When responding, copy every record below exactly as it appears.

--- START ---

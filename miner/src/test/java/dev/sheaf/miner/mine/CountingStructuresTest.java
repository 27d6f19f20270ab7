package dev.sheaf.miner.mine;

import static org.junit.jupiter.api.Assertions.assertEquals;
import static org.junit.jupiter.api.Assertions.assertTrue;

import java.nio.file.Path;
import java.util.ArrayList;
import java.util.HashMap;
import java.util.HashSet;
import java.util.List;
import java.util.Map;
import java.util.Random;
import java.util.Set;
import org.junit.jupiter.api.Test;
import org.junit.jupiter.api.io.TempDir;

/** The token store and the count tables, with and without spilling to disk, against plain collections. */
class CountingStructuresTest {
    @TempDir
    Path tmp;

    @Test
    void theTokenStoreReplaysEveryListingInOrderAlsoWhenSpilled() {
        Random r = new Random(3);
        List<int[]> written = new ArrayList<>();
        try (TokenStore store = new TokenStore(1 << 20, tmp.resolve("t.bin"))) {
            for (int l = 0; l < 20_000; l++) {
                int n = r.nextInt(120);
                int[] sym = new int[n];
                for (int i = 0; i < n; i++) {
                    sym[i] = r.nextInt(10) == 0 ? TokenStore.BOUNDARY : r.nextInt(r.nextBoolean() ? 100 : 3_000_000);
                    if (sym[i] == TokenStore.BOUNDARY) {
                        store.boundary();
                    } else {
                        store.token(sym[i]);
                    }
                }
                store.endListing();
                written.add(sym);
            }
            store.seal();
            assertTrue(store.spilled(), "a 1 MiB budget must spill this many listings");
            int[] seen = {0};
            store.forEach((index, sym, len) -> {
                assertEquals(seen[0], index);
                assertEquals(written.get(index).length, len);
                for (int i = 0; i < len; i++) {
                    assertEquals(written.get(index)[i], sym[i]);
                }
                seen[0]++;
            });
            assertEquals(written.size(), seen[0]);
        }
    }

    @Test
    void countsMergeExactlyWithAndWithoutRunFiles() {
        Random r = new Random(11);
        Map<Long, long[]> oracle = new HashMap<>();
        List<NgramCounter> small = new ArrayList<>();
        List<NgramCounter> large = new ArrayList<>();
        for (int w = 0; w < 3; w++) {
            NgramCounter s = new NgramCounter(2_000, tmp, "s" + w);
            NgramCounter big = new NgramCounter(10_000_000, tmp, "b" + w);
            for (int listing = 1; listing <= 4_000; listing++) {
                Set<Long> inListing = new HashSet<>();
                for (int k = r.nextInt(30); k > 0; k--) {
                    long code = FrequentTable.code(r.nextInt(400), r.nextInt(r.nextBoolean() ? 20 : 5000));
                    s.add(code, listing);
                    big.add(code, listing);
                    long[] c = oracle.computeIfAbsent(code, x -> new long[2]);
                    c[0]++;
                    if (inListing.add(code)) {
                        c[1]++;
                    }
                }
                s.listingDone();
                big.listingDone();
            }
            small.add(s);
            large.add(big);
        }
        assertTrue(small.get(0).hasRuns(), "the small tables must have spilled");
        assertTrue(!large.get(0).hasRuns(), "the large tables must not spill");
        for (List<NgramCounter> counters : List.of(small, large)) {
            CountMerger.Merged m = CountMerger.merge(counters, 3, 2);
            assertEquals(oracle.size(), m.distinct());
            long expected = oracle.values().stream().filter(c -> c[0] >= 3 && c[1] >= 2).count();
            assertEquals(expected, m.table().size);
            for (int i = 0; i < m.table().size; i++) {
                long[] c = oracle.get(m.table().codes[i]);
                assertEquals(c[0], m.table().tf[i]);
                assertEquals(c[1], m.table().df[i]);
                assertEquals(i, m.table().get(m.table().codes[i]));
            }
        }
    }
}
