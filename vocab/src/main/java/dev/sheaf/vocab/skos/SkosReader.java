package dev.sheaf.vocab.skos;

import dev.sheaf.vocab.Bucket;
import dev.sheaf.vocab.Concept;
import dev.sheaf.vocab.Decision;
import dev.sheaf.vocab.FacetProperties;
import dev.sheaf.vocab.Finding;
import dev.sheaf.vocab.Label;
import dev.sheaf.vocab.Mapping;
import dev.sheaf.vocab.MatchKind;
import dev.sheaf.vocab.Provenance;
import dev.sheaf.vocab.Retired;
import dev.sheaf.vocab.Rule;
import dev.sheaf.vocab.SchemeInfo;
import dev.sheaf.vocab.Severity;
import dev.sheaf.vocab.Terms;
import dev.sheaf.vocab.ValueKind;
import dev.sheaf.vocab.Vocabulary;
import dev.sheaf.vocab.VocabularyFormatException;
import java.time.Instant;
import java.time.OffsetDateTime;
import java.time.format.DateTimeParseException;
import java.util.ArrayList;
import java.util.Comparator;
import java.util.HashMap;
import java.util.HashSet;
import java.util.LinkedHashMap;
import java.util.List;
import java.util.Map;
import java.util.Optional;
import java.util.Set;
import java.util.TreeMap;
import java.util.TreeSet;
import java.util.regex.Pattern;
import org.eclipse.rdf4j.model.IRI;
import org.eclipse.rdf4j.model.Literal;
import org.eclipse.rdf4j.model.Model;
import org.eclipse.rdf4j.model.Resource;
import org.eclipse.rdf4j.model.Statement;
import org.eclipse.rdf4j.model.Value;
import org.eclipse.rdf4j.model.vocabulary.DCTERMS;
import org.eclipse.rdf4j.model.vocabulary.RDF;
import org.eclipse.rdf4j.model.vocabulary.SKOS;
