package dev.sheaf.curator.app;

import java.awt.image.BufferedImage;
import java.io.IOException;
import java.nio.file.Files;
import java.nio.file.Path;
import javafx.scene.Scene;
import javafx.scene.image.PixelReader;
import javafx.scene.image.WritableImage;
import javax.imageio.ImageIO;

/**
 * Saves a scene as a PNG: the UI tests' screenshots under {@code target/screenshots/} (the folder
 * surefire names in {@code sheaf.screenshots}), and the running window's own picture when started
 * with {@code -Dsheaf.curator.screenshot=FILE.png} (see {@link CuratorApp}). Call on the FX thread.
 */
public final class Screenshots {
    private Screenshots() {
    }

    public static Path folder() {
        return Path.of(System.getProperty("sheaf.screenshots", "target/screenshots"));
    }

    /** Saves {@code scene} as {@code NAME.png} in {@link #folder()}. */
    public static Path save(Scene scene, String name) throws IOException {
        Files.createDirectories(folder());
        return saveTo(scene, folder().resolve(name + ".png"));
    }

    /** Saves {@code scene} as the PNG {@code file}. */
    public static Path saveTo(Scene scene, Path file) throws IOException {
        WritableImage img = scene.snapshot(null);
        int w = (int) img.getWidth();
        int h = (int) img.getHeight();
        int[] argb = new int[w * h];
        PixelReader r = img.getPixelReader();
        r.getPixels(0, 0, w, h, javafx.scene.image.PixelFormat.getIntArgbInstance(), argb, 0, w);
        BufferedImage out = new BufferedImage(w, h, BufferedImage.TYPE_INT_ARGB);
        out.setRGB(0, 0, w, h, argb, 0, w);
        ImageIO.write(out, "png", file.toFile());
        return file;
    }
}
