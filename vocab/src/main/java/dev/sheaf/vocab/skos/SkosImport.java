package dev.sheaf.vocab.skos;

import dev.sheaf.vocab.Finding;
import dev.sheaf.vocab.Vocabulary;
import java.util.List;
import java.util.Objects;

/**
 * The result of reading a SKOS file: the vocabulary, and what reading found — SKOS integrity
 * violations the model cannot hold (S9, S14, S37) and notes on what was not carried.
 */
public record SkosImport(Vocabulary vocabulary, List<Finding> findings) {
    public SkosImport {
        Objects.requireNonNull(vocabulary);
        findings = List.copyOf(findings);
    }
}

--- END ---

Response to the exercise -
filename miner/src/test/java/dev/sheaf/miner/mine/CountingStructuresTest.java
repository 27d6f19f20270ab7
package dev.sheaf.miner.mine;

import static org.junit.jupiter.api.Assertions.assertEquals;
import static org.junit.jupiter.api.Assertions.assertTrue;

import java.nio.file.Path;
import java.util.ArrayList;
import java.util.HashMap;
import java.util.HashSet;
import java.util.List;
import java.util.Map;
import java.util.Random;
import java.util.Set;
import org.junit.jupiter.api.Test;
import org.junit.jupiter.api.io.TempDir;

/** The token store and the count tables, with and without spilling to disk, against plain collections. */
class CountingStructuresTest {
    @TempDir
    Path tmp;

    @Test
    void theTokenStoreReplaysEveryListingInOrderAlsoWhenSpilled() {
        Random r = new Random(3);
        List<int[]> written = new ArrayList<>();
        try (TokenStore store = new TokenStore(1 << 20, tmp.resolve("t.bin"))) {
            for (int l = 0; l < 20_000; l++) {
                int n = r.nextInt(120);
                int[] sym = new int[n];
                for (int i = 0; i < n; i++) {
                    sym[i] = r.nextInt(10) == 0 ? TokenStore.BOUNDARY : r.nextInt(r.nextBoolean() ? 100 : 3_000_000);
                    if (sym[i] == TokenStore.BOUNDARY) {
                        store.boundary();
                    } else {
                        store.token(sym[i]);
                    }
                }
                store.endListing();
                written.add(sym);
            }
            store.seal();
            assertTrue(store.spilled(), "a 1 MiB budget must spill this many listings");
            int[] seen = {0};
            store.forEach((index, sym, len) -> {
                assertEquals(seen[0], index);
                assertEquals(written.get(index).length, len);
                for (int i = 0; i < len; i++) {
                    assertEquals(written.get(index)[i], sym[i]);
                }
                seen[0]++;
            });
            assertEquals(written.size(), seen[0]);
        }
    }

    @Test
    void countsMergeExactlyWithAndWithoutRunFiles() {
        Random r = new Random(11);
        Map<Long, long[]> oracle = new HashMap<>();
        List<NgramCounter> small = new ArrayList<>();
        List<NgramCounter> large = new ArrayList<>();
        for (int w = 0; w < 3; w++) {
            NgramCounter s = new NgramCounter(2_000, tmp, "s" + w);
            NgramCounter big = new NgramCounter(10_000_000, tmp, "b" + w);
            for (int listing = 1; listing <= 4_000; listing++) {
                Set<Long> inListing = new HashSet<>();
                for (int k = r.nextInt(30); k > 0; k--) {
                    long code = FrequentTable.code(r.nextInt(400), r.nextInt(r.nextBoolean() ? 20 : 5000));
                    s.add(code, listing);
                    big.add(code, listing);
                    long[] c = oracle.computeIfAbsent(code, x -> new long[2]);
                    c[0]++;
                    if (inListing.add(code)) {
                        c[1]++;
                    }
                }
                s.listingDone();
                big.listingDone();
            }
            small.add(s);
            large.add(big);
        }
        assertTrue(small.get(0).hasRuns(), "the small tables must have spilled");
        assertTrue(!large.get(0).hasRuns(), "the large tables must not spill");
        for (List<NgramCounter> counters : List.of(small, large)) {
            CountMerger.Merged m = CountMerger.merge(counters, 3, 2);
            assertEquals(oracle.size(), m.distinct());
            long expected = oracle.values().stream().filter(c -> c[0] >= 3 && c[1] >= 2).count();
            assertEquals(expected, m.table().size);
            for (int i = 0; i < m.table().size; i++) {
                long[] c = oracle.get(m.table().codes[i]);
                assertEquals(c[0], m.table().tf[i]);
                assertEquals(c[1], m.table().df[i]);
                assertEquals(i, m.table().get(m.table().codes[i]));
            }
        }
    }
}
filename vocab/src/main/java/dev/sheaf/vocab/skos/SkosReader.java
package dev.sheaf.vocab.skos;

import dev.sheaf.vocab.Bucket;
import dev.sheaf.vocab.Concept;
import dev.sheaf.vocab.Decision;
import dev.sheaf.vocab.FacetProperties;
import dev.sheaf.vocab.Finding;
import dev.sheaf.vocab.Label;
import dev.sheaf.vocab.Mapping;
import dev.sheaf.vocab.MatchKind;
import dev.sheaf.vocab.Provenance;
import dev.sheaf.vocab.Retired;
import dev.sheaf.vocab.Rule;
import dev.sheaf.vocab.SchemeInfo;
import dev.sheaf.vocab.Severity;
import dev.sheaf.vocab.Terms;
import dev.sheaf.vocab.ValueKind;
import dev.sheaf.vocab.Vocabulary;
import dev.sheaf.vocab.VocabularyFormatException;
import java.time.Instant;
import java.time.OffsetDateTime;
import java.time.format.DateTimeParseException;
import java.util.ArrayList;
import java.util.Comparator;
import java.util.HashMap;
import java.util.HashSet;
import java.util.LinkedHashMap;
import java.util.List;
import java.util.Map;
import java.util.Optional;
import java.util.Set;
import java.util.TreeMap;
import java.util.TreeSet;
import java.util.regex.Pattern;
import org.eclipse.rdf4j.model.IRI;
import org.eclipse.rdf4j.model.Literal;
import org.eclipse.rdf4j.model.Model;
import org.eclipse.rdf4j.model.Resource;
import org.eclipse.rdf4j.model.Statement;
import org.eclipse.rdf4j.model.Value;
import org.eclipse.rdf4j.model.vocabulary.DCTERMS;
import org.eclipse.rdf4j.model.vocabulary.RDF;
import org.eclipse.rdf4j.model.vocabulary.SKOS;
package dev.sheaf.curator.app;

import java.awt.image.BufferedImage;
import java.io.IOException;
import java.nio.file.Files;
import java.nio.file.Path;
import javafx.scene.Scene;
import javafx.scene.image.PixelReader;
import javafx.scene.image.WritableImage;
import javax.imageio.ImageIO;

/**
 * Saves a scene as a PNG: the UI tests' screenshots under {@code target/screenshots/} (the folder
 * surefire names in {@code sheaf.screenshots}), and the running window's own picture when started
 * with {@code -Dsheaf.curator.screenshot=FILE.png} (see {@link CuratorApp}). Call on the FX thread.
 */
public final class Screenshots {
    private Screenshots() {
    }

    public static Path folder() {
        return Path.of(System.getProperty("sheaf.screenshots", "target/screenshots"));
    }

    /** Saves {@code scene} as {@code NAME.png} in {@link #folder()}. */
    public static Path save(Scene scene, String name) throws IOException {
        Files.createDirectories(folder());
        return saveTo(scene, folder().resolve(name + ".png"));
    }

    /** Saves {@code scene} as the PNG {@code file}. */
    public static Path saveTo(Scene scene, Path file) throws IOException {
        WritableImage img = scene.snapshot(null);
        int w = (int) img.getWidth();
        int h = (int) img.getHeight();
        int[] argb = new int[w * h];
        PixelReader r = img.getPixelReader();
        r.getPixels(0, 0, w, h, javafx.scene.image.PixelFormat.getIntArgbInstance(), argb, 0, w);
        BufferedImage out = new BufferedImage(w, h, BufferedImage.TYPE_INT_ARGB);
        out.setRGB(0, 0, w, h, argb, 0, w);
        ImageIO.write(out, "png", file.toFile());
        return file;
    }
}
filename vocab/src/main/java/dev/sheaf/vocab/skos/SkosImport.java
package dev.sheaf.vocab.skos;

import dev.sheaf.vocab.Finding;
import dev.sheaf.vocab.Vocabulary;
import java.util.List;
import java.util.Objects;

/**
 * The result of reading a SKOS file: the vocabulary, and what reading found — SKOS integrity
 * violations the model cannot hold (S9, S14, S37) and notes on what was not carried.
 */
public record SkosImport(Vocabulary vocabulary, List<Finding> findings) {
    public SkosImport {
        Objects.requireNonNull(vocabulary);
        findings = List.copyOf(findings);
    }
}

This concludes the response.